The trial court rendered judgment in favor of plaintiff, finding that the above quoted provision was ambiguous, stating:

"Apparently, defense counsel interprets the above to mean that whether it is a doctor of medicine or osteopathy, the diagnosis must be on the basis specified in the latter part of the above quoted paragraph. The court disagrees with this interpretation grammatically. The word `or' is disjunctive here. If the latter part of the paragraph applied to the licensed doctor of medicine the paragraph should continue with the words `and' after medicine, instead of `or.' *991 The court believes and holds that the latter part of the paragraph, grammatically, refers to the doctors of Osteopathy. And, there is a good reason for this. Doctors of Osteopathy are not always nor necessarily doctors of medicine. We quote, here, from Black's Law Dictionary:
`OSTEOPATHY. A method or system of treating various diseases of the human body without the use of drugs, by manipulation applied to various nerve centers, rubbing, pulling, and kneading parts of the body, flexing and manipulating the limbs, and the mechanical readjustment of any bones, muscles, or ligaments not in the normal position, with a view to removing the cause of the disorder and aiding the restorative force of nature in cases where the trouble originated in misplacement of parts, irregular nerve action, or defective circulation. State v. Liffring, 61 Ohio St. 39, 55 N.E. 168, 76 Am.St.Rep. 358; Parks v. State, 159 Ind. 211, 64 N.E. 862, 58 L.R.A. 190.
`A system of treatment based on the theory that diseases are chiefly due to deranged mechanism of the bones, nerves, blood vessels, and other tissues, and can be remedied by manipulations of these parts. Special attention is given to the readjustment of any bones, muscles, or ligaments not in the normal position. Waldo v. Poe, D.C.Wash., 14 F.2d 749, 751; Arnold v. Schmidt, 155 Wis. 55, 143 N.W. 1055, 1058; State ex rel. Wheat v. Moore, 154 Kan. 193, 117 P.2d 598, 602. The term does not include the practice of optometry. Ex parte Rust, 181 Cal. 73, 183 P. 548, 550, nor, at least under some statutes, the practice of medicine or surgery. State v. Sawyer, 36 Idaho 814, 214 P. 222.'
Here, the diagnosis of the several medical doctors is that the insured died of lung cancer. They do not have to be pathologists in the court's view and opinion. And licensed doctors of medicine can make the diagnosis on the basis of his expertise in medicine, if he is licensed to practice as such; the latter provisions of the policy, above quoted, apply to the analysis of cancer by osteopaths.
The court believes and holds, that there is abundant proof in the record by four medical doctors, duly licensed as such, that the insured's death was caused by cancer of his lung. Therefore, his widow is entitled to recover the benefits payable under the policy ..."

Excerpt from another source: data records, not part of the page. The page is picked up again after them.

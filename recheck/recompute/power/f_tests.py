"""Power of F tests of fixed effects: analysis of variance by Cohen's f, regression by f², noncentral F."""

from __future__ import annotations

import numpy as np
from numpy.typing import ArrayLike
from scipy import special

from recheck.recompute.arrays import Floats, together
from recheck.recompute.power.search import MOST, root, whole_from

LARGEST_EFFECT = 1e4


def f_power(noncentrality: ArrayLike, df1: ArrayLike, df2: ArrayLike, alpha: ArrayLike = 0.05) -> Floats:
    """Power of an F test: P(F > F_crit), F noncentral with the noncentrality λ >= 0.

    Arguments broadcast; nan where a df is not above 0. Increasing in λ and alpha.
    Source: Patnaik (1949), Biometrika 36:202-232; Cohen (1988) Statistical Power Analysis, 2nd ed., ch. 8-9.
    """
    shift, df1, df2, alpha = together(noncentrality, df1, df2, alpha)
    with np.errstate(invalid="ignore"):
        critical = special.fdtri(df1, df2, 1 - alpha)
        power = 1 - special.ncfdtr(df1, df2, shift, critical)
    return np.asarray(np.where((df1 > 0) & (df2 > 0), power, np.nan))


def fixed_effects_power(
    f2: ArrayLike, N: ArrayLike, df1: ArrayLike, parameters: ArrayLike, alpha: ArrayLike = 0.05
) -> Floats:
    """Power of an F test in a linear model: λ = f² N, df2 = N − parameters.

    `f2` is Cohen's f² (the square of f), N the number of all cases, `parameters` the number of groups (cells) of an
    analysis of variance, or of predictors of a regression plus 1. Source: Cohen (1988), ch. 8-9; for all predictors
    together his λ = f² (df1 + df2 + 1) is the same.
    """
    f2, N, df1, parameters, alpha = together(f2, N, df1, parameters, alpha)
    return f_power(f2 * N, df1, N - parameters, alpha)


def fixed_effects_n(
    f2: ArrayLike,
    power: ArrayLike,
    df1: ArrayLike,
    parameters: ArrayLike,
    alpha: ArrayLike = 0.05,
    *,
    whole: bool = False,
) -> Floats:
    """The N of all cases that has the power, by `fixed_effects_power`, for an effect f² > 0; at least parameters + 1."""
    f2, power, df1, parameters, alpha = together(f2, power, df1, parameters, alpha)

    def rises(N: Floats) -> Floats:
        return fixed_effects_power(f2, N, df1, parameters, alpha)

    found = root(rises, power, parameters + 1, np.full(f2.shape, MOST))
    return whole_from(rises, power, found) if whole else found


def fixed_effects_detectable(
    N: ArrayLike, power: ArrayLike, df1: ArrayLike, parameters: ArrayLike, alpha: ArrayLike = 0.05
) -> Floats:
    """The smallest f² that is detected with the power, by `fixed_effects_power`."""
    N, power, df1, parameters, alpha = together(N, power, df1, parameters, alpha)

    def rises(f2: Floats) -> Floats:
        return fixed_effects_power(f2, N, df1, parameters, alpha)

    return root(rises, power, np.full(N.shape, 1e-12), np.full(N.shape, LARGEST_EFFECT))


def anova_power(f: ArrayLike, n: ArrayLike, groups: ArrayLike, alpha: ArrayLike = 0.05) -> Floats:
    """Power of a one-way analysis of variance of `groups` groups of n each, Cohen's f: λ = f² n groups.

    Source: Cohen (1988) Statistical Power Analysis, 2nd ed., 8.2.
    """
    f, n, groups, alpha = together(f, n, groups, alpha)
    return fixed_effects_power(f * f, n * groups, groups - 1, groups, alpha)


def anova_n(
    f: ArrayLike, power: ArrayLike, groups: ArrayLike, alpha: ArrayLike = 0.05, *, whole: bool = False
) -> Floats:
    """The n of each of `groups` groups that has the power, by `anova_power`, for Cohen's f > 0; at least 2 where whole."""
    f, power, groups, alpha = together(f, power, groups, alpha)

    def rises(n: Floats) -> Floats:
        return anova_power(f, n, groups, alpha)

    found = root(rises, power, 1 + 1 / groups, np.full(f.shape, MOST))
    return whole_from(rises, power, found) if whole else found
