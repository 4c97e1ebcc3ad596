"""Power of the t tests of one mean, of paired differences and of two means, by the noncentral t distribution."""

from __future__ import annotations

import numpy as np
from numpy.typing import ArrayLike
from scipy import special

from recheck.recompute.arrays import Floats, together
from recheck.recompute.noncentral import noncentral_t_cdf
from recheck.recompute.power.search import MOST, root, whole_from

LARGEST_EFFECT = 1e6


def t_power(
    noncentrality: ArrayLike, df: ArrayLike, alpha: ArrayLike = 0.05, *, tails: int = 2, far_tail: bool = True
) -> Floats:
    """Power of a t test: P(T > t_crit), with `far_tail` plus P(T < −t_crit), T noncentral t.

    Arguments broadcast; df > 0, 0 < alpha < 1; a noncentrality below 0 counts as its size in a two-sided test.
    Increasing in the noncentrality (>= 0) and in alpha. nan where df <= 0. Absolute error 1e-9.
    Source: Johnson & Welch (1940), Biometrika 31:362-389; Cohen (1988) Statistical Power Analysis, 2nd ed., ch. 2.
    """
    shift, df, alpha = together(noncentrality, df, alpha)
    if tails == 2:
        shift = np.abs(shift)
    critical = special.stdtrit(df, 1 - alpha / tails)
    near = 1 - _cdf(critical, df, shift)
    power = near + _cdf(-critical, df, shift) if tails == 2 and far_tail else near
    return np.asarray(np.where(df > 0, power, np.nan))


def _cdf(t: Floats, df: Floats, shift: Floats) -> Floats:
    """The library's noncentral t; where it gives nan (far tails), the quadrature."""
    below = np.asarray(special.nctdtr(df, shift, t))
    odd = np.isnan(below) & (df >= 1) & np.isfinite(shift)
    if np.any(odd):
        below = np.array(below)
        below[odd] = noncentral_t_cdf(t[odd], df[odd], shift[odd])
    return np.asarray(below, dtype=np.float64)


def one_sample_t_power(
    d: ArrayLike, n: ArrayLike, alpha: ArrayLike = 0.05, *, tails: int = 2, far_tail: bool = True
) -> Floats:
    """Power of a one-sample t test, or of a paired one with d_z and n pairs: noncentrality d √n, df n − 1.

    Source: Cohen (1988) Statistical Power Analysis, 2nd ed., 2.3.
    """
    d, n, alpha = together(d, n, alpha)
    with np.errstate(invalid="ignore"):
        return t_power(d * np.sqrt(n), n - 1, alpha, tails=tails, far_tail=far_tail)


def two_sample_t_power(
    d: ArrayLike,
    n1: ArrayLike,
    n2: ArrayLike,
    alpha: ArrayLike = 0.05,
    *,
    tails: int = 2,
    far_tail: bool = True,
) -> Floats:
    """Power of a pooled two-sample t test: noncentrality d √(n1 n2 / (n1 + n2)), df n1 + n2 − 2.

    Source: Cohen (1988) Statistical Power Analysis, 2nd ed., 2.2-2.3.
    """
    d, n1, n2, alpha = together(d, n1, n2, alpha)
    with np.errstate(invalid="ignore", divide="ignore"):
        shift = d * np.sqrt(n1 * n2 / (n1 + n2))
    return t_power(shift, n1 + n2 - 2, alpha, tails=tails, far_tail=far_tail)


def one_sample_t_n(
    d: ArrayLike,
    power: ArrayLike,
    alpha: ArrayLike = 0.05,
    *,
    tails: int = 2,
    far_tail: bool = True,
    whole: bool = False,
) -> Floats:
    """The n of a one-sample (pairs of a paired) t test that has the power for an effect d > 0 (d_z).

    By `one_sample_t_power`. At least 2; nan for d = 0.
    """
    d, power, alpha = together(d, power, alpha)

    def rises(n: Floats) -> Floats:
        return one_sample_t_power(d, n, alpha, tails=tails, far_tail=far_tail)

    found = root(rises, power, np.full(d.shape, 2.0), np.full(d.shape, MOST))
    return whole_from(rises, power, found) if whole else found


def two_sample_t_n(
    d: ArrayLike, power: ArrayLike, alpha: ArrayLike = 0.05, *, ratio: ArrayLike = 1.0,
    tails: int = 2, far_tail: bool = True, whole: bool = False,
) -> Floats:  # fmt: skip
    """The n of the first group that has the power for an effect d > 0; the second group has `ratio` times as many.

    By `two_sample_t_power`. At least 2 with equal groups (3 / (1 + ratio) otherwise, so that df >= 1); nan for d = 0.
    """
    d, power, alpha, ratio = together(d, power, alpha, ratio)

    def rises(n: Floats) -> Floats:
        return two_sample_t_power(d, n, ratio * n, alpha, tails=tails, far_tail=far_tail)

    least = np.where(ratio == 1, 2.0, 3 / (1 + ratio))
    found = root(rises, power, least, np.full(d.shape, MOST))
    return whole_from(rises, power, found) if whole else found


def one_sample_t_detectable(
    n: ArrayLike, power: ArrayLike, alpha: ArrayLike = 0.05, *, tails: int = 2, far_tail: bool = True
) -> Floats:
    """The smallest effect d (d_z) that a one-sample (paired) t test of n (pairs) detects with the power of `one_sample_t_power`."""
    n, power, alpha = together(n, power, alpha)

    def rises(d: Floats) -> Floats:
        return one_sample_t_power(d, n, alpha, tails=tails, far_tail=far_tail)

    return root(rises, power, np.full(n.shape, 1 / LARGEST_EFFECT), np.full(n.shape, LARGEST_EFFECT))


def two_sample_t_detectable(
    n1: ArrayLike,
    n2: ArrayLike,
    power: ArrayLike,
    alpha: ArrayLike = 0.05,
    *,
    tails: int = 2,
    far_tail: bool = True,
) -> Floats:
    """The smallest effect d that a pooled two-sample t test detects with the power of `two_sample_t_power`."""
    n1, n2, power, alpha = together(n1, n2, power, alpha)

    def rises(d: Floats) -> Floats:
        return two_sample_t_power(d, n1, n2, alpha, tails=tails, far_tail=far_tail)

    return root(rises, power, np.full(n1.shape, 1 / LARGEST_EFFECT), np.full(n1.shape, LARGEST_EFFECT))
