"""Power, sample size and detectable effect of tests, by the exact and by the usual approximate methods.

Everywhere `tails` is 1 or 2; with `far_tail` a two-sided test may reject on either side, without it the far side is
dropped, as many programs do (the power at an effect of 0 is then alpha / 2). `n` may be any real number: the
functions that look for it give the root, and with `whole` the smallest whole number that has the power.
"""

The trial court further determined that insofar as Equity had no legal reason for denying the plaintiff's claim, it was liable for penalties in the sum of $3,216.00 and $2,000.00 in attorney's fees under LSA-R.S. 22:657 along with the principal sum due under the policy of $1,608.00. Equity perfected this appeal, urging several specifications of error. The issues on appeal are:

1. DID THE POLICY OF INSURANCE PLACE A DUTY UPON PLAINTIFF TO PROVIDE EQUITY WITH PATHOLOGICAL EVIDENCE THAT THE INSURED WAS SUFFERING FROM CANCER?

2. IS PLAINTIFF ENTITLED TO PENALTIES AND ATTORNEY'S FEES UNDER LSA-R.S. 22:657?

1. WAS IT PLAINTIFF'S DUTY UNDER THE POLICY TO SUPPLY EQUITY WITH PATHOLOGICAL EVIDENCE OF THE INSURED'S CONDITION?

The trial court concluded that the requirement in Part 1A of the policy for pathological evidence in support of a cancer diagnosis applied only to Doctors of Osteopathy.